I love Monet's cathedrals. My mom thinks they look washed out, but I just love the progression. I also love how the paintings are not in order of when the sun rose to its setting. You have to figure out what's going on.

Rodin sculpture that is titled The Man Who Walks, which is quite a feat, considering he has no head to steer him. Although that didn't stop this chicken.



 And above are the classic Monets everyone loves to see. I actually have to go to the Orangerie tomorrow, as we missed class yesterday (our professor was sick). I do love these. I think they're peaceful and beautiful. But I also am like, "Okay, I've seen dozens of water lilies by now. Does this guy paint anything else?" And I've appreciated Monet ever since I've seen his other work as well. It's always more interesting to know the whole rather than a part.

 Of course, my absolute FAVORITE Degas is here and not at the Smithsonian. Wah. But at least I have a picture of it now! I could look at this all day. It's simply titled like most of his other paintings: Blue Dancers.

 Honestly, this brings to mind piano lessons from The Music Man for some reason, even though this scene is nothing like the one in that musical. But what I'm really wondering is, how is that sheet music staying up?

 Every good artist needs to paint a billiard table at some point in his life. Luckily, Degas could still knock it out of the park.

 The Woman in Green. If I'm thinking of a Picasso painting, this is probably what I'd conjure up in my mind. I really want to see more of his paintings though. I need to get back to the Jewish Quarter.

 I found myself inexplicably drawn to this painting, and it turns out, it is also painted by Degas. See? We have a connection. What we have is real.

 A Corner of the Apartment by Monet. Once again, a brilliant example of how wonderful art can come from ordinary scenes.

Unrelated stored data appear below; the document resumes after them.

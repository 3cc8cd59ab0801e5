/** What a relation for the radius of maximum wind may use. */
export interface RadiusInput {
  /** maximum sustained 10-m wind, 1-min mean, m/s */
  readonly maxWindMps: number;
  /** 10-m over gradient-level wind of the recipe */
  readonly surfaceFactor: number;
  readonly latDeg: number;
  readonly pressureDeficitPa: number;
  readonly translationMps: number;
  /** mean radius of 34 kt over the quadrants that have it; null where not known */
  readonly radiusOf34KtM: number | null;
  /** size by the recipe's relation: the radius at which the storm's own wind would be 17.5 m/s, m */
  readonly sizeRadiusM: number;
}

/** A relation that gives the radius of maximum wind, m. */
export interface RadiusRelation {
  readonly id: string;
  readonly title: string;
  readonly source: string;
  readonly radiusM: (input: RadiusInput) => number;
  /** what it had to assume because the track does not say it; null for nothing */
  readonly note?: (input: RadiusInput) => string | null;
}

/** Bounds within which an estimated radius is kept, m: own choice. */
export const RADIUS_BOUNDS_M = [5_000, 250_000] as const;
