import { knots, toKnots } from '../../units.js';
import type { PressureWindInput, PressureWindRelation } from './pressure-wind.js';

/**
 * Current intensity number, maximum wind (1-min mean, kt) and central pressure (hPa) in the Atlantic and in the western North
 * Pacific   [Dvorak1984, from memory].
 */
export const DVORAK_TABLE: readonly (readonly [ci: number, kt: number, atlantic: number, pacific: number])[] = [
  [2, 30, 1009, 1000],
  [2.5, 35, 1005, 997],
  [3, 45, 1000, 991],
  [3.5, 55, 994, 984],
  [4, 65, 987, 976],
  [4.5, 77, 979, 966],
  [5, 90, 970, 954],
  [5.5, 102, 960, 941],
  [6, 115, 948, 927],
  [6.5, 127, 935, 914],
  [7, 140, 921, 898],
  [7.5, 155, 906, 879],
  [8, 170, 890, 858],
];

type Column = 'Atlantic' | 'western North Pacific';
/** Basins of the Atlantic column; all others have the Pacific one: common practice. */
const ATLANTIC_BASINS = ['NA', 'AL', 'EP', 'CP', 'SA', 'LS'];

/** The column for a storm: by its basin, else by place (north of the equator between 140° W and 20° E: Atlantic). */
export function dvorakColumn({
  basin,
  latDeg,
  lonDeg,
}: Pick<PressureWindInput, 'basin' | 'latDeg' | 'lonDeg'>): Column {
  const atlantic =
    basin === null ? latDeg > 0 && lonDeg > -140 && lonDeg < 20 : ATLANTIC_BASINS.includes(basin.toUpperCase());
  return atlantic ? 'Atlantic' : 'western North Pacific';
}

/** Straight lines through the rows, the first and the last one carried on. */
function along(x: readonly number[], y: readonly number[], at: number): number {
  const rising = x[1]! > x[0]!;
  let i = 0;
  while (i < x.length - 2 && (rising ? at > x[i + 1]! : at < x[i + 1]!)) i++;
  return y[i]! + ((y[i + 1]! - y[i]!) * (at - x[i]!)) / (x[i + 1]! - x[i]!);
}

const WINDS = DVORAK_TABLE.map(([, kt]) => kt);
const PRESSURES: Readonly<Record<Column, readonly number[]>> = {
  Atlantic: DVORAK_TABLE.map(([, , hpa]) => hpa),
  'western North Pacific': DVORAK_TABLE.map(([, , , hpa]) => hpa),
};

/**
 * Dvorak's table as a relation: straight lines between its rows; below 30 kt and above 170 kt the nearest line is carried on.
 * The pressures are absolute: the ambient one does not enter   [Dvorak1984, from memory].
 */
export const dvorak1984: PressureWindRelation = {
  id: 'dvorak-1984',
  title: 'Dvorak 1984: table by basin, Atlantic or western North Pacific',
  source: 'Dvorak1984',
  centralPressurePa: (maxWindMps, input) => 100 * along(WINDS, PRESSURES[dvorakColumn(input)], toKnots(maxWindMps)),
  maxWindMps: (pressurePa, input) => knots(Math.max(0, along(PRESSURES[dvorakColumn(input)], WINDS, pressurePa / 100))),
  note: (input) => `${dvorakColumn(input)} column${input.basin === null ? ' by place' : ''}`,
};
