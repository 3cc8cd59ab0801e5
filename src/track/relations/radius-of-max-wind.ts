import { chavasKnaff2022 } from './chavas-knaff2022.js';
import { radius2016 } from './radius2016.js';

/** What a relation for the radius of maximum wind may use. */
export interface RadiusInput {
  /** maximum sustained 10-m wind, 1-min mean, m/s */
  readonly maxWindMps: number;
  /** 10-m over gradient-level wind of the recipe */
  readonly surfaceFactor: number;
  readonly latDeg: number;
  readonly pressureDeficitPa: number;
  readonly translationMps: number;
  /** mean radius of 34 kt over the quadrants that have it; null where not known */
  readonly radiusOf34KtM: number | null;
  /** size by the recipe's relation: the radius at which the storm's own wind would be 17.5 m/s, m */
  readonly sizeRadiusM: number;
}

/** A relation that gives the radius of maximum wind, m. */
export interface RadiusRelation {
  readonly id: string;
  readonly title: string;
  readonly source: string;
  readonly radiusM: (input: RadiusInput) => number;
}

/** R = 46.4 exp(−0.0155 V + 0.0169 φ) km, V the flight-level maximum in m/s   [Willoughby2006, eq. 7a, from memory]. */
export function willoughbyRadiusM(flightLevelWindMps: number, latDeg: number): number {
  return 46_400 * Math.exp(-0.0155 * flightLevelWindMps + 0.0169 * Math.abs(latDeg));
}

const willoughby2006: RadiusRelation = {
  id: 'willoughby-2006',
  title: 'Willoughby, Darling & Rahn 2006: wind and latitude',
  source: 'Willoughby2006',
  radiusM: ({ maxWindMps, surfaceFactor, latDeg }) => willoughbyRadiusM(maxWindMps / surfaceFactor, latDeg),
};

/** Every relation for the radius of maximum wind that a recipe may name. */
export const RADIUS_RELATIONS: readonly RadiusRelation[] = [radius2016, willoughby2006, chavasKnaff2022];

 This crib painting (which is just called The Crib) by Berthe Morisot looks formal to us now, but it's actually very intimate for the time. The woman is not wearing dress clothes; she's in a nightgown. Her hair is not done all the way. We're inside and not outside like with most of the dude's paintings. In fact, this is Morisot's sister, and therefore the baby is Morisot's niece.

 I love bright red.

 But I'm still wondering... So then what is the statue we have at the Smithsonian? Are the French holding out on us? Are we holding out on the French? This could be Dancer-Gate, or something.

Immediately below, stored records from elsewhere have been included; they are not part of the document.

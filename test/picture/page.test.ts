import { execFileSync } from 'node:child_process';
import { existsSync, mkdtempSync, rmSync, writeFileSync } from 'node:fs';
import { tmpdir } from 'node:os';
import { join } from 'node:path';
import { fileURLToPath, pathToFileURL } from 'node:url';
import { deflateSync } from 'node:zlib';
import { type BrowserContext, chromium, type Page } from 'playwright-core';
import { afterAll, beforeAll, describe, expect, it } from 'vitest';
import { pageAssets } from '../../src/io/page-assets.js';
import { mapPage } from '../../src/picture/page-html.js';
import { madeStorm } from './invented.js';
import { pageInputOf } from './page-input.js';

const BROWSER = ['/usr/bin/chromium', '/usr/bin/chromium-browser', '/usr/bin/google-chrome'].find((path) =>
  existsSync(path),
);
if (!BROWSER) console.warn('no Chromium on this machine: the tests of the page in a browser are SKIPPED');

const FLAGS = [
  '--no-sandbox',
  '--disable-gpu',
  '--disable-quic',
  '--no-first-run',
  '--disable-background-networking',
  '--disable-component-update',
  '--disable-sync',
];
const EVIL = '<img src=x onerror=alert(1)>';

describe.skipIf(!BROWSER)('page in a browser', () => {
  const folder = mkdtempSync(join(tmpdir(), 'galewake-page-'));
  let context: BrowserContext;
  let page: Page;
  const requests: string[] = [];
  const troubles: string[] = [];
  const storm = madeStorm('antimeridian', EVIL);

  beforeAll(async () => {
    execFileSync(process.execPath, [fileURLToPath(new URL('../../scripts/build/page.js', import.meta.url))]);
    const html = await mapPage(pageInputOf(storm), { deflate: (bytes) => deflateSync(bytes), assets: pageAssets() });
    expect(html.length).toBeLessThan(2_000_000);
    writeFileSync(join(folder, 'map.html'), html);
    context = await chromium.launchPersistentContext(join(folder, 'profile'), {
      executablePath: BROWSER!,
      headless: true,
      args: FLAGS,
      viewport: { width: 1200, height: 850 },
      colorScheme: 'light',
    });
    page = await context.newPage();
    page.on('request', (request) => requests.push(request.url()));
    page.on('pageerror', (error) => troubles.push(String(error)));
    page.on('console', (message) => {
      if (message.type() === 'error') troubles.push(message.text());
    });
    page.on('dialog', (dialog) => {
      troubles.push(`dialog: ${dialog.message()}`);
      void dialog.dismiss();
    });
    await page.goto(pathToFileURL(join(folder, 'map.html')).href);
    await page
      .waitForFunction(() => document.documentElement.dataset['ready'] === 'yes')
      .catch((cause) => {
        throw new Error(`the page did not get ready: ${troubles.join('; ')}`, { cause });
      });
  }, 120_000);

  afterAll(async () => {
    await context?.close();
    rmSync(folder, { recursive: true, force: true });
  });

  /** A picture of the map's pixels, to see whether it changed. */
  const mapPixels = (): Promise<string> =>
    page.evaluate(async () => {
      await new Promise((done) => setTimeout(done, 350));
      return (document.getElementById('map') as HTMLCanvasElement).toDataURL();
    });
  const reading = async (): Promise<string> => (await page.locator('#reading').textContent()) ?? '';

  it('shows the peak that the summary states', async () => {
    const { windMps } = storm.input.peak!;
    expect(await page.locator('#peak-wind').textContent()).toBe(`${windMps.toFixed(1)} m/s`);
    expect(Number(await page.locator('#peak-wind').getAttribute('data-mps'))).toBe(windMps);
    await page.click('#to-peak');
    expect(await reading()).toContain(`Peak wind${windMps.toFixed(1)} m/s`);
  });

  it('draws a map and nothing is wrong', async () => {
    const colours = await page.evaluate(() => {
      const map = document.getElementById('map') as HTMLCanvasElement;
      const { data } = map.getContext('2d')!.getImageData(0, 0, map.width, map.height);
      const seen = new Set<number>();
      for (let i = 0; i < data.length; i += 4) seen.add((data[i]! << 16) | (data[i + 1]! << 8) | data[i + 2]!);
      return seen.size;
    });
    expect(colours).toBeGreaterThan(200);
  });

  it('takes names as text', async () => {
    expect(await page.locator('h1').textContent()).toBe(EVIL);
    expect(await page.locator('img').count()).toBe(0);
    expect(await page.locator('#own button').textContent()).toBe('Halse <b>bold</b>');
    expect(await page.locator('#own b, #cautions i').count()).toBe(0);
  });

  it('computes the wind of a moment with the same engine', async () => {
    const [fix] = storm.track.fixes.slice(1);
    await page.fill('#lat', String(fix!.latDeg + 0.4));
    await page.fill('#lon', String(fix!.lonDeg));
    await page.click('#read');
    await page.locator('#ruler').focus();
    await page.keyboard.press('Home');
    for (let i = 0; i < 2; i++) await page.keyboard.press('PageUp');
    const expected = storm.model.windAt({ latDeg: fix!.latDeg + 0.4, lonDeg: fix!.lonDeg }, fix!.timeMs);
    expect(expected.speedMps).toBeGreaterThan(20);
    expect(await page.locator('#moment').textContent()).toContain('3 Sep 12:00 UTC');
    expect(await reading()).toContain(`Wind now${expected.speedMps.toFixed(1)} m/s`);
    expect(await page.locator('#ruler').getAttribute('aria-valuetext')).toBe('3 Sep 12:00 UTC');
  });

  it('plays, pauses and goes back to the whole storm', async () => {
    const before = await page.locator('#moment').textContent();
    await page.click('#play');
    await page.waitForFunction((text) => document.getElementById('moment')!.textContent !== text, before);
    const one = await mapPixels();
    expect(await mapPixels()).not.toBe(one);
    expect(await page.locator('#play').textContent()).toBe('Pause');
    await page.click('#play');
    const still = await page.locator('#moment').textContent();
    expect(await mapPixels()).toBe(await mapPixels());
    expect(await page.locator('#moment').textContent()).toBe(still);
    await page.click('#whole');
    expect(await page.locator('#moment').textContent()).toContain('whole storm');
    expect(await page.locator('input[value=wind]').isChecked()).toBe(true);
  });

  it('answers to the keyboard', async () => {
    await page.click('#to-peak');
    await page.locator('#map').focus();
    const at = await reading();
    await page.keyboard.press('ArrowRight');
    expect(await reading()).not.toBe(at);
    const far = await mapPixels();
    await page.keyboard.press('+');
    const near = await mapPixels();
    expect(near).not.toBe(far);
    await page.keyboard.press('Shift+ArrowLeft');
    expect(await mapPixels()).not.toBe(near);
    await page.keyboard.press('0');
    expect(await mapPixels()).toBe(far);
    // every control is reached by Tab
    const reached = new Set<string>();
    await page.locator('#theme').focus();
    for (let i = 0; i < 40; i++) {
      reached.add(await page.evaluate(() => document.activeElement?.id ?? ''));
      await page.keyboard.press('Tab');
    }
    for (const id of [
      'theme',
      'print',
      'map',
      'zoom-in',
      'zoom-out',
      'zoom-all',
      'play',
      'ruler',
      'whole',
      'to-peak',
      'lat',
      'lon',
      'read',
      'bearing',
    ])
      expect(reached, id).toContain(id);
  });

  it('colours the map by each layer, with a legend', async () => {
    const seen = new Set<string>();
    for (const layer of ['wind', 'gust', 'direction', 'time', 'hours0', 'hours1', 'hours2', 'now']) {
      await page.check(`input[value=${layer}]`);
      seen.add(await mapPixels());
      expect(await page.locator('#legend .step').count()).toBeGreaterThan(1);
    }
    expect(seen.size).toBe(8);
    await page.click('#whole');
  });

  it('refuses a place that is none, and says how', async () => {
    await page.fill('#lat', '95');
    await page.click('#read');
    expect(await page.locator('#place-error').textContent()).toContain('latitude');
    await page.fill('#lat', '18.5S');
    await page.fill('#lon', '179,5 W');
    await page.click('#read');
    expect(await page.locator('#place-error').textContent()).toBe('');
    expect(await reading()).toContain('18.50°S 179.50°W');
  });

  it('takes isotachs and own places away and back', async () => {
    const before = await mapPixels();
    await page.locator('#isotachs input').first().uncheck();
    expect(await mapPixels()).not.toBe(before);
    await page.locator('#isotachs input').first().check();
    await page.locator('#own input').uncheck();
    expect(await mapPixels()).not.toBe(before);
    await page.locator('#own input').check();
    expect(await mapPixels()).toBe(before);
  });

  it('names every control for screen readers', async () => {
    const nameless = await page.evaluate(() =>
      [...document.querySelectorAll<HTMLElement>('#app button, #app input, #app [tabindex], #app [role=img]')]
        .filter((one) => {
          const label =
            one.getAttribute('aria-label') ?? (one as HTMLInputElement).labels?.[0]?.textContent ?? one.textContent;
          return !label?.trim();
        })
        .map((one) => one.outerHTML),
    );
    expect(nameless).toEqual([]);
    const tree = await page.locator('#app').ariaSnapshot();
    for (const line of tree.split('\n')) {
      const control = /- (button|radio|checkbox|slider|textbox|application|img)\b(.*)/.exec(line);
      if (control) expect(control[2], line).toMatch(/"[^"]+"|\/.+\//);
    }
    for (const name of [
      'Map of the storm',
      'Moment of the storm',
      'Play',
      'Whole storm',
      'Latitude',
      'Longitude',
      'Peak wind',
      'Bearing',
    ])
      expect(tree).toContain(name);
  });

  it('switches to dark, fits a phone and prints the map', async () => {
    const light = await mapPixels();
    await page.click('#theme');
    expect(await page.evaluate(() => document.documentElement.dataset['theme'])).toBe('dark');
    expect(await mapPixels()).not.toBe(light);
    await page.setViewportSize({ width: 360, height: 740 });
    await page.waitForTimeout(300);
    expect(await page.evaluate(() => document.documentElement.scrollWidth)).toBeLessThanOrEqual(360);
    const small = await page.evaluate(
      () =>
        [...document.querySelectorAll<HTMLElement>('#app button')]
          .map((one) => one.getBoundingClientRect())
          .filter((box) => box.height < 36 || box.width < 36).length,
    );
    expect(small).toBe(0);
    await page.emulateMedia({ media: 'print' });
    expect(await page.locator('#app').isVisible()).toBe(false);
    expect(await page.locator('.print-map svg').isVisible()).toBe(true);
    await page.emulateMedia({ media: 'screen' });
  });

  it('asked for nothing, said nothing wrong, and could not ask', async () => {
    expect(
      requests.filter((url) => !url.startsWith('file:') && !url.startsWith('blob:') && !url.startsWith('data:')),
    ).toEqual([]);
    expect(requests.filter((url) => url.startsWith('file:'))).toHaveLength(1);
    expect(troubles).toEqual([]);
    const outcome = await page.evaluate(() =>
      fetch('https://example.org/').then(
        () => 'went out',
        () => 'refused',
      ),
    );
    expect(outcome).toBe('refused');
    const ran = await page.evaluate(() => {
      const script = document.createElement('script');
      script.textContent = 'document.documentElement.dataset.ran = "yes"';
      document.head.append(script);
      return document.documentElement.dataset['ran'] ?? 'no';
    });
    expect(ran).toBe('no');
  });
});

This Degas painting has two titles: In a Café and Absinthe. I think we can all agree which name is better. I actually discussed this one with the class, and we all lamented about how absinthe just isn't the same anymore without the wormwood. Like we were there to experience it!

Beautiful Renoir called The Swing. Love how the light is scattered across the painting.

My artsy-fartsy picture that I leave you with. :)

Good night! Sleep tight like Shakespeare!